I do not pretend to like or to approve the tone of Garrison's printed censures. I could not use such language myself towards any class of offenders; nor can I sympathise in its use by others. But it is only fair to mention that Garrison adopts it warily; and that I am persuaded that he is elevated above passion, and has no unrighteous anger to vent in harsh expressions. He considers his task to be the exposure of fallacy, the denunciation of hypocrisy, and the rebuke of selfish timidity. He is looked upon by those who defend him in this particular, as holding the branding-iron: and it seems true enough that no one branded by Garrison ever recovers it. He gives his reasons for his severity with a calmness, meekness, and softness which contrast strongly with the subject of the discourse, and which convince the objector that there is principle at the bottom of the practice. One day, when he was expressing his pleasure at Dr. Channing having shaken hands with him the preceding day, he spoke with affectionate respect of Dr. Channing. I asked him who would have supposed he felt thus towards Dr. Channing, after the language which had been used about him and his book in the Liberator of the last week. His gentle reply was,
“The most difficult duty of an office like mine is to find fault with those whom I love and honour most. I have been obliged to do it about—, who is one of my best friends. He is clearly wrong in a matter important to the cause; and I must expose it. In the same way, Dr. Channing, while aiding our cause, has thought fit to say that the abolitionists are fanatical; in other words, that we set up our wayward wills in opposition to the will we profess to obey. I cannot suffer the cause to be injured by letting this pass: but I do not th less value Dr. Channing for the things he has done.”
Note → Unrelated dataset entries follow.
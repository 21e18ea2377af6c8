import csv
from pathlib import Path

import numpy as np
import pytest

from starkiln.derived import (
    Evidence,
    light_from_draws,
    light_from_values,
    pressure_posterior,
    pressure_table,
    pressure_table_of_draws,
)
from starkiln.errors import InputError
from starkiln.interiors import load_grid

BINARIES = Path(__file__).parent.parent / "reference" / "eclipsing_binaries.csv"


def binaries():
    with BINARIES.open(encoding="utf-8") as stream:
        next(stream)
        return [
            {key: value if key == "name" else float(value) for key, value in row.items()}
            for row in csv.DictReader(stream)
        ]


def posterior(evidence, seed=1, size=2000):
    return pressure_posterior(evidence, rng=np.random.default_rng(seed), size=size)


@pytest.mark.parametrize("as_draws", [False, True])
def test_masses_of_eclipsing_binaries(as_draws):
    # tests/reference/eclipsing_binaries.csv: mass from R and T alone; L follows from them.
    inside, offset = [], []
    for star in binaries():
        light = light_from_values(
            (star["temperature"], star["e_temperature"]), None, (star["radius"], star["e_radius"])
        )
        if as_draws:
            rng = np.random.default_rng(5)
            draws = rng.multivariate_normal(light.mean, light.covariance, 256)
            light = light_from_draws(10 ** draws[:, 0], 10 ** draws[:, 1])
        mass = posterior(Evidence(light)).draws["mass"]
        low, middle, high = np.percentile(mass, [2.5, 50.0, 97.5])
        inside.append(low <= star["mass"] <= high)
        offset.append(middle / star["mass"] - 1.0)
    assert np.mean(inside) >= 0.9
    assert abs(np.median(offset)) < 0.04


def test_posterior_is_the_direct_sum_over_a_fine_grid():
    # A slow reference: the same posterior summed over a plain lattice of models.
    star = Evidence(light_from_values((25000.0, 700.0), (9000.0, 900.0)), feh=(0.1, 0.02))
    found = posterior(star, size=8000)
    grid = load_grid()
    mass, stage = np.linspace(6.0, 13.0, 500), np.linspace(0.0, 1.0, 300)
    log_m, u = np.meshgrid(np.log(mass), stage, indexing="ij")
    z = np.log(0.0134 * 10**0.1)  # its error, 0.054 dex, hardly matters
    models = grid.at(log_m, u, z)
    prior = log_m * -1.35 + np.log(models.lifetime_myr * grid.ageing(log_m, u, z))
    d_l = models.log_luminosity - np.log10(9000.0)
    d_t = models.log_temperature - np.log10(25000.0)
    v_l = 0.03**2 + (0.1 / np.log(10.0)) ** 2
    v_t = 0.01**2 + (700.0 / 25000.0 / np.log(10.0)) ** 2
    weight = np.exp(prior - 0.5 * (d_l**2 / v_l + d_t**2 / v_t)) / mass[:, None]
    by_mass = np.cumsum(weight.sum(axis=1))
    quantiles = np.interp([0.16, 0.5, 0.84], by_mass / by_mass[-1], mass)
    assert np.percentile(found.draws["mass"], [16, 50, 84]) == pytest.approx(quantiles, rel=0.01)
    by_age = (weight * models.age_fraction).sum() / weight.sum()
    assert found.draws["age_fraction"].mean() == pytest.approx(by_age, abs=0.02)
    assert found.n_eff > 400


def test_luminosity_from_radius_errs_with_temperature():
    # L = R^2 T^4: d ln L = 2 d ln R + 4 d ln T.
    light = light_from_values((30000.0, 900.0), None, (6.0, 0.12))
    r, t = 0.02, 0.03
    expected = np.array([[4 * r**2 + 16 * t**2, 4 * t**2], [4 * t**2, t**2]]) / np.log(10) ** 2
    assert light.covariance == pytest.approx(expected, rel=1e-12)
    assert light.mean[0] == pytest.approx(np.log10(36.0 * (30000.0 / 5772.0) ** 4), rel=1e-12)


def test_temperature_from_luminosity_and_radius_and_luminosity_alone():
    # T = (L/R^2)^(1/4): d ln T = (d ln L)/4 - (d ln R)/2.
    light = light_from_values(None, (9000.0, 900.0), (5.0, 0.1))
    assert light.mean[1] == pytest.approx(np.log10(5772.0 * (9000.0 / 25.0) ** 0.25), rel=1e-12)
    e_l, e_r = 0.1, 0.02
    shared, own = e_l**2 / 4, (e_l**2 + 4 * e_r**2) / 16
    expected = np.array([[e_l**2, shared], [shared, own]]) / np.log(10) ** 2
    assert light.covariance == pytest.approx(expected, rel=1e-12)
    alone = posterior(Evidence(light_from_values(None, (9000.0, 900.0)))).draws
    both = posterior(Evidence(light_from_values((25000.0, 500.0), (9000.0, 900.0)))).draws
    assert alone["age_fraction"].std() > 1.3 * both["age_fraction"].std()
    assert np.median(alone["mass"]) == pytest.approx(np.median(both["mass"]), rel=0.2)


def test_draws_keep_their_mean_and_covariance():
    rng = np.random.default_rng(2)
    pairs = rng.multivariate_normal([4.0, 4.4], [[0.01, 0.004], [0.004, 0.002]], 256)
    light = light_from_draws(10 ** pairs[:, 0], 10 ** pairs[:, 1])
    assert light.mean == pytest.approx(pairs.mean(axis=0), rel=1e-9)
    assert light.total_covariance == pytest.approx(np.cov(pairs.T, bias=True), rel=1e-6)


def test_draws_keep_most_of_their_skewness():
    # A kernel estimate of width h keeps (1 - h^2)^(3/2) of it: 0.77 for 256 draws in a plane.
    from scipy.stats import skew

    rng = np.random.default_rng(4)
    log_l = 4.0 + 0.1 * rng.gamma(1.5, size=256)
    light = light_from_draws(10**log_l, 10 ** (4.3 + 0.01 * rng.standard_normal(256)))
    share = light.total_covariance[0, 0] / np.var(light.centres[:, 0])
    kept = skew(light.centres[:, 0]) / share**1.5 / skew(log_l)
    assert kept == pytest.approx(0.77, abs=0.02)


def test_prior_of_mass_is_the_mass_function_times_the_lifetime():
    # Salpeter 1955 and stars born evenly in time: p(M) ~ M^-2.35 t_MS(M), by direct sum.
    grid = load_grid()
    mass = np.linspace(1.6, 60.0, 4000)
    lifetime = grid.at(np.log(mass), 1.0, np.log(0.0134)).lifetime_myr
    weight = mass**-2.35 * lifetime * np.exp(-0.5 * ((mass - 20.0) / 3.0) ** 2)
    total = np.cumsum(weight)
    expected = np.interp([0.25, 0.5, 0.75], total / total[-1], mass)
    found = posterior(Evidence(mass=(20.0, 3.0), feh=(0.0, 0.01)), size=8000).draws["mass"]
    assert np.percentile(found, [25, 50, 75]) == pytest.approx(expected, rel=0.02)


def test_a_dynamical_mass_narrows_and_gravity_ages():
    light = light_from_values((25000.0, 800.0), (9000.0, 1500.0))
    plain = posterior(Evidence(light)).draws
    weighed = posterior(Evidence(light, mass=(9.0, 0.1))).draws
    assert weighed["mass"].std() < 0.5 * plain["mass"].std()
    assert weighed["radiation_to_gas"].std() < 0.8 * plain["radiation_to_gas"].std()
    low = posterior(Evidence(light, logg=(3.7, 0.05))).draws
    high = posterior(Evidence(light, logg=(4.1, 0.05))).draws
    assert np.median(low["age_fraction"]) > np.median(high["age_fraction"]) + 0.1


def test_a_mass_alone_keeps_the_prior_of_age():
    draws = posterior(Evidence(mass=(15.0, 0.01)), size=6000).draws
    share = draws["age_fraction"]
    assert share.mean() == pytest.approx(0.5, abs=0.03)
    assert np.percentile(share, [25, 75]) == pytest.approx([0.25, 0.75], abs=0.04)
    assert draws["mass"].mean() == pytest.approx(15.0, abs=0.01)


def test_stars_with_no_model_are_told_why():
    def reason(temperature, luminosity, **more):
        light = light_from_values((temperature, 0.03 * temperature), (luminosity, 0.1 * luminosity))
        return posterior(Evidence(light, **more)).reason

    assert "white dwarf" in reason(25000.0, 0.05) or "fainter" in reason(25000.0, 0.05)
    assert "giant" in reason(4500.0, 300.0)
    assert "stripped" in reason(60000.0, 1e4)
    assert "brighter" in reason(50000.0, 1e7)
    # A cool hypergiant, which swollen models of the heaviest stars would match.
    assert "supergiant" in reason(5000.0, 1.5e6)
    assert "contradict" in reason(25000.0, 9000.0, mass=(30.0, 0.5))
    assert "1.6 to 120" in posterior(Evidence(mass=(0.8, 0.02))).reason
    assert reason(25000.0, 9000.0) == ""


TARGETS = {
    "name": ["a", "giant", "bad", "half", "heavy", "weighed"],
    "temperature": [25000.0, 4500.0, -3.0, np.nan, 45000.0, 25000.0],
    "e_temperature": [800.0, 100.0, np.nan, np.nan, 1500.0, 800.0],
    "luminosity": [9000.0, 150.0, 3.0, 3.0, 8e5, 9000.0],
    "e_luminosity": [900.0, 15.0, np.nan, np.nan, 8e4, 900.0],
    "mass": [np.nan, 2.0, np.nan, np.nan, np.nan, 9.4],
    "e_mass": [np.nan, 0.2, np.nan, np.nan, np.nan, 0.2],
}


def test_table_answers_every_row():
    table = pressure_table(TARGETS)
    assert list(table["name"]) == TARGETS["name"]
    assert list(table["status"]) == ["ok", "off_grid", "rejected", "off_grid", "ok", "ok"]
    assert table["radiation_to_gas_lo"][0] < table["radiation_to_gas"][0]
    assert table["radiation_to_gas"][0] < table["radiation_to_gas_hi"][0]
    # The giant: gamma_e = 10^-4.815 (1 + X) L/M from the luminosity and mass given.
    assert table["gamma_e"][1] == pytest.approx(10**-4.815 * 1.72 * 75.0, rel=0.06)
    assert table["radiation_to_gas"].mask[1]
    assert "temperature = -3" in table["message"][2]
    assert table["mass"].mask[3]
    assert "fainter" in table["message"][3]
    assert "mass_from_luminosity" in table["flags"][0]
    assert "companion" in table["message"][0]
    assert "mass_from_luminosity" not in table["flags"][5]
    assert {"no_mass_loss", "electron_limit"} <= set(table["flags"][4].split())


def test_a_row_depends_on_its_own_values_alone():
    whole = pressure_table(TARGETS)
    alone = pressure_table({key: values[4:5] for key, values in TARGETS.items()})
    assert alone["mass"][0] == whole["mass"][4]
    assert pressure_table(TARGETS, seed=1)["mass"][0] != whole["mass"][0]


def test_table_from_draws():
    rng = np.random.default_rng(3)
    draws = {
        "temperature": 25000.0 * np.exp(0.03 * rng.standard_normal(256)),
        "luminosity": 9000.0 * np.exp(0.1 * rng.standard_normal(256)),
    }
    names = ["a", "b", "c"]
    without = {"temperature": draws["temperature"]}
    table = pressure_table_of_draws(names, [draws, None, without])
    assert list(table["status"]) == ["ok", "rejected", "rejected"]
    assert table["mass"][0] == pytest.approx(pressure_table(TARGETS)["mass"][0], rel=0.03)
    assert "no draws" in table["message"][1]
    assert "distance" in table["message"][2]
    known = {"name": ["a"], "mass": [9.4], "e_mass": [0.1]}
    weighed = pressure_table_of_draws(names, [draws, None, without], known)
    assert weighed["mass_hi"][0] - weighed["mass_lo"][0] < 0.3
    with pytest.raises(InputError, match="no star 'z'"):
        pressure_table_of_draws(names, [draws, None, without], {"name": ["z"], "mass": [1.0]})


def test_bad_evidence_is_refused():
    with pytest.raises(InputError, match="give a temperature"):
        posterior(Evidence())
    with pytest.raises(InputError, match="luminosity or a radius"):
        light_from_values((1e4, 1.0))
    with pytest.raises(InputError, match="luminosity or a radius"):
        light_from_values(None, None, (1.0, 0.1))
    with pytest.raises(InputError, match="too few"):
        light_from_draws(np.ones(3), np.ones(3))


def test_light_at_a_mass_fraction():
    # The run of a direct model of the same star, and the ends of the tabulated depths.
    found = posterior(Evidence(mass=(20.0, 0.01), feh=(0.0, 0.05)))
    assert found.radiation_fraction_at(0.0) == pytest.approx(found.draws["radiation_fraction_core"])
    at_half = found.radiation_fraction_at(0.5)
    assert at_half == pytest.approx(found.draws["radiation_fraction_at_0.5"])
    model = load_grid().at(np.log(20.0), 0.0, np.log(0.0134))
    young = found.draws["age_fraction"] < 0.05
    assert np.median(at_half[young]) == pytest.approx(model.share_at[2], rel=0.03)
    table = pressure_table({"mass": [20.0]}, at=0.5)
    assert table["radiation_to_gas_at"][0] < table["radiation_to_gas_core"][0]
    with pytest.raises(InputError, match=r"0 to 0\.99"):
        found.radiation_fraction_at(1.0)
I was not yet satisfied of the necessity of so much severity as had been used. Garrison bore with me with a meekness too touching to be ever forgotten.
He never speaks of himself or his persecutions unless compelled; and his child will never learn at home what a distinguished father he has. He will know him as the tenderest of parents, before he becomes aware that he is a great hero. I found myself growing into a forgetfulness of the deliverer of a race in the friend of the fireside. One day, in Michigan, two friends (who happened to be abolitionists) and I were taking a drive with the Governor of the State, who was talking of some recent commotion on the slavery question. “What is Garrison like?” said he. “Ask Miss M.,” said one smiling friend: “Ask Miss M.,” said the other. I was asked accordingly: and my answer was that I thought Garrison the most bewitching personage I had met in the United States. The impression cannot but be strengthened by his being made such a bugbear as he is: but the testimony of his personal friends, the closest watchers of his life, may safely be appealed to as to the charms of his domestic manners.
Garrison gaily promised me that ho would come over whenever his work is done in the United States, that we may keep jubilee in London. I believe it would be safe to promise him a hundred thousand welcomes as warm as mine.
[*]Society in America, vol. ii. p. 264.